def _scale_symbolic(K: sp.Matrix, items: list, comparer: Comparer) -> sp.Expr | None:
    """The c with given = c K on every given entry.  The ratio must first be the same for
    every entry at every point (exact values, cheap); only then is c formed symbolically,
    from the smallest entry, and checked on all entries."""
    ratio_at: list = [None] * len(comparer.points)
    for ij, g in items:
        for k, (vg, vk) in enumerate(zip(comparer.values(g), comparer.values(K[ij]))):
            if vg is None or vk is None:
                continue
            if vk == 0:
                if values_differ(vg, 0 * vk):
                    return None
                continue
            r = vg / vk
            if ratio_at[k] is None:
                ratio_at[k] = r
            elif values_differ(r, ratio_at[k]):
                return None
    known = [r for r in ratio_at if r is not None]
    if not known:
        return None
    if all(isinstance(r, Fraction) for r in known) and len(set(known)) == 1:
        c = sp.Rational(known[0].numerator, known[0].denominator)
    else:
        nonzero = [(ij, g) for ij, g in items if K[ij] != 0]
        (i, j), g = min(nonzero, key=lambda it: comparer.size(it[1]).num * comparer.size(it[1]).den)
        c = g / K[i, j]
        if estimate(c).num <= _SHOW_TERMS:
            c = sp.factor(sp.cancel(sp.together(c)))
    if not all(comparer.equal(c * K[ij], gg)[0] for ij, gg in items):
        return None
    return c


def node_permutation(K: np.ndarray, G: np.ndarray, rtol: float) -> list[int] | None:
    """Node permutation p with G[block i, block j] = K[block p[i], block p[j]], by backtracking.

    2 DOFs per node.  Returns None if no permutation (other than the identity) matches.
    """
    n = K.shape[0] // 2
    tol = rtol * max(np.abs(K).max(), 1e-300)

    def block(M, i, j):
        return M[2 * i:2 * i + 2, 2 * j:2 * j + 2]

    perm: list[int] = []
    used = [False] * n

    def extend(i: int) -> bool:
        if i == n:
            return True
        for cand in range(n):
            if used[cand]:
                continue
            if np.abs(block(G, i, i) - block(K, cand, cand)).max() > tol:
                continue
            if any(np.abs(block(G, i, k) - block(K, cand, perm[k])).max() > tol for k in range(i)):
                continue
            used[cand] = True
            perm.append(cand)
            if extend(i + 1):
                return True
            perm.pop()
            used[cand] = False
        return False

    if extend(0) and perm != list(range(n)):
        return perm
    return None


def column_group_permutation(K: np.ndarray | None, G: np.ndarray | None, size: int) -> list[int] | None:
    """Permutation p with G's column group i equal to K's column group p[i] (groups of
    ``size`` columns: 1 per node for shape functions, 2 per node for B); None if none or identity."""
    if K is None or G is None or K.shape != G.shape or K.shape[1] % size:
        return None
    n = K.shape[1] // size
    tol = 1e-9 * max(np.abs(K).max(), 1e-300)
    perm, used = [], set()
    for i in range(n):
        gi = G[:, size * i:size * i + size]
        hit = next((j for j in range(n) if j not in used
                    and np.abs(gi - K[:, size * j:size * j + size]).max() <= tol), None)
        if hit is None:
            return None
        used.add(hit)
        perm.append(hit)
    return None if perm == list(range(n)) else perm


def _probe(M: sp.Matrix, comparer: Comparer) -> np.ndarray | None:
    """M's entries at the comparer's first point where all are defined, as floats (the same
    point for derive's matrix and the user's, so their probes are comparable)."""
    for k in range(len(comparer.points)):
        vals = [comparer.values(M[i, j])[k] for i in range(M.rows) for j in range(M.cols)]
        if all(v is not None for v in vals):
            floats = [_finite_float(v) for v in vals]
            if any(f is None for f in floats):
                return None  # beyond the float range: no numeric probe
            return np.array(floats, dtype=float).reshape(M.rows, M.cols)
    return None


def _permutation_text(perm: list[int]) -> str:
    return "your node i is derive's node perm[i] (1-based: " + \
        ", ".join(f"{i + 1}->{p + 1}" for i, p in enumerate(perm)) + ")"


def _limits(lim: Limits | None) -> Limits:
    return lim or Limits(what="comparing the matrix", hint="a hand derivation needs far less; "
                         "raise --time-limit / --memory-limit if the input is as intended")


def check(target: Target, given=None, given_numeric: np.ndarray | None = None, rtol: float = 1e-8,
          limits: Limits | None = None) -> CheckResult:
    """Compare and, on mismatch, diagnose.  ``given``: Matrix or {(i, j): expr}; or numeric array.

    Work driven by the user's entries runs under ``limits`` (CPU time shared by the
    comparison and the diagnosis, memory; derive.bounded); derive's own matrices (the
    expected one and each single-mistake candidate) are computed outside it.
    """
    K = target.expected()
    lim = _limits(limits)
    if given_numeric is not None:
        A = _as_numeric(K)
        if A is None:
            names = ", ".join(sorted(s.name for s in K.free_symbols))
            raise InputError(f"a numeric matrix needs numeric geometry and material: {names} still symbolic "
                             "(give --nodes and --set E=...,nu=...,t=...)")
        result = compare_numeric(A, given_numeric, rtol)
        if not result.match:
            result.diagnosis = _diagnose(target, K, None, given_numeric, rtol, _candidates(target, K), None)
        return result
    result, used = run_bounded(lambda: compare_symbolic(K, given), lim)
    if result.match:
        return result
    cands = _candidates(target, K)
    rest = dataclasses.replace(lim, seconds=max(lim.seconds - used, 0.5))
    result.diagnosis, _ = run_bounded(lambda: _diagnose(target, K, given, None, rtol, cands,
                                                        Comparer(_symbols_of(K, _entries_of(given)))), rest)
    return result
..........
Exactly as written, copy out all the entries above.

def _scale_symbolic(K: sp.Matrix, items: list, comparer: Comparer) -> sp.Expr | None:
    """The c with given = c K on every given entry.  The ratio must first be the same for
    every entry at every point (exact values, cheap); only then is c formed symbolically,
    from the smallest entry, and checked on all entries."""
    ratio_at: list = [None] * len(comparer.points)
    for ij, g in items:
        for k, (vg, vk) in enumerate(zip(comparer.values(g), comparer.values(K[ij]))):
            if vg is None or vk is None:
                continue
            if vk == 0:
                if values_differ(vg, 0 * vk):
                    return None
                continue
            r = vg / vk
            if ratio_at[k] is None:
                ratio_at[k] = r
            elif values_differ(r, ratio_at[k]):
                return None
    known = [r for r in ratio_at if r is not None]
    if not known:
        return None
    if all(isinstance(r, Fraction) for r in known) and len(set(known)) == 1:
        c = sp.Rational(known[0].numerator, known[0].denominator)
    else:
        nonzero = [(ij, g) for ij, g in items if K[ij] != 0]
        (i, j), g = min(nonzero, key=lambda it: comparer.size(it[1]).num * comparer.size(it[1]).den)
        c = g / K[i, j]
        if estimate(c).num <= _SHOW_TERMS:
            c = sp.factor(sp.cancel(sp.together(c)))
    if not all(comparer.equal(c * K[ij], gg)[0] for ij, gg in items):
        return None
    return c


def node_permutation(K: np.ndarray, G: np.ndarray, rtol: float) -> list[int] | None:
    """Node permutation p with G[block i, block j] = K[block p[i], block p[j]], by backtracking.

    2 DOFs per node.  Returns None if no permutation (other than the identity) matches.
    """
    n = K.shape[0] // 2
    tol = rtol * max(np.abs(K).max(), 1e-300)

    def block(M, i, j):
        return M[2 * i:2 * i + 2, 2 * j:2 * j + 2]

    perm: list[int] = []
    used = [False] * n

    def extend(i: int) -> bool:
        if i == n:
            return True
        for cand in range(n):
            if used[cand]:
                continue
            if np.abs(block(G, i, i) - block(K, cand, cand)).max() > tol:
                continue
            if any(np.abs(block(G, i, k) - block(K, cand, perm[k])).max() > tol for k in range(i)):
                continue
            used[cand] = True
            perm.append(cand)
            if extend(i + 1):
                return True
            perm.pop()
            used[cand] = False
        return False

    if extend(0) and perm != list(range(n)):
        return perm
    return None


def column_group_permutation(K: np.ndarray | None, G: np.ndarray | None, size: int) -> list[int] | None:
    """Permutation p with G's column group i equal to K's column group p[i] (groups of
    ``size`` columns: 1 per node for shape functions, 2 per node for B); None if none or identity."""
    if K is None or G is None or K.shape != G.shape or K.shape[1] % size:
        return None
    n = K.shape[1] // size
    tol = 1e-9 * max(np.abs(K).max(), 1e-300)
    perm, used = [], set()
    for i in range(n):
        gi = G[:, size * i:size * i + size]
        hit = next((j for j in range(n) if j not in used
                    and np.abs(gi - K[:, size * j:size * j + size]).max() <= tol), None)
        if hit is None:
            return None
        used.add(hit)
        perm.append(hit)
    return None if perm == list(range(n)) else perm


def _probe(M: sp.Matrix, comparer: Comparer) -> np.ndarray | None:
    """M's entries at the comparer's first point where all are defined, as floats (the same
    point for derive's matrix and the user's, so their probes are comparable)."""
    for k in range(len(comparer.points)):
        vals = [comparer.values(M[i, j])[k] for i in range(M.rows) for j in range(M.cols)]
        if all(v is not None for v in vals):
            floats = [_finite_float(v) for v in vals]
            if any(f is None for f in floats):
                return None  # beyond the float range: no numeric probe
            return np.array(floats, dtype=float).reshape(M.rows, M.cols)
    return None


def _permutation_text(perm: list[int]) -> str:
    return "your node i is derive's node perm[i] (1-based: " + \
        ", ".join(f"{i + 1}->{p + 1}" for i, p in enumerate(perm)) + ")"


def _limits(lim: Limits | None) -> Limits:
    return lim or Limits(what="comparing the matrix", hint="a hand derivation needs far less; "
                         "raise --time-limit / --memory-limit if the input is as intended")


def check(target: Target, given=None, given_numeric: np.ndarray | None = None, rtol: float = 1e-8,
          limits: Limits | None = None) -> CheckResult:
    """Compare and, on mismatch, diagnose.  ``given``: Matrix or {(i, j): expr}; or numeric array.

    Work driven by the user's entries runs under ``limits`` (CPU time shared by the
    comparison and the diagnosis, memory; derive.bounded); derive's own matrices (the
    expected one and each single-mistake candidate) are computed outside it.
    """
    K = target.expected()
    lim = _limits(limits)
    if given_numeric is not None:
        A = _as_numeric(K)
        if A is None:
            names = ", ".join(sorted(s.name for s in K.free_symbols))
            raise InputError(f"a numeric matrix needs numeric geometry and material: {names} still symbolic "
                             "(give --nodes and --set E=...,nu=...,t=...)")
        result = compare_numeric(A, given_numeric, rtol)
        if not result.match:
            result.diagnosis = _diagnose(target, K, None, given_numeric, rtol, _candidates(target, K), None)
        return result
    result, used = run_bounded(lambda: compare_symbolic(K, given), lim)
    if result.match:
        return result
    cands = _candidates(target, K)
    rest = dataclasses.replace(lim, seconds=max(lim.seconds - used, 0.5))
    result.diagnosis, _ = run_bounded(lambda: _diagnose(target, K, given, None, rtol, cands,
                                                        Comparer(_symbols_of(K, _entries_of(given)))), rest)
    return result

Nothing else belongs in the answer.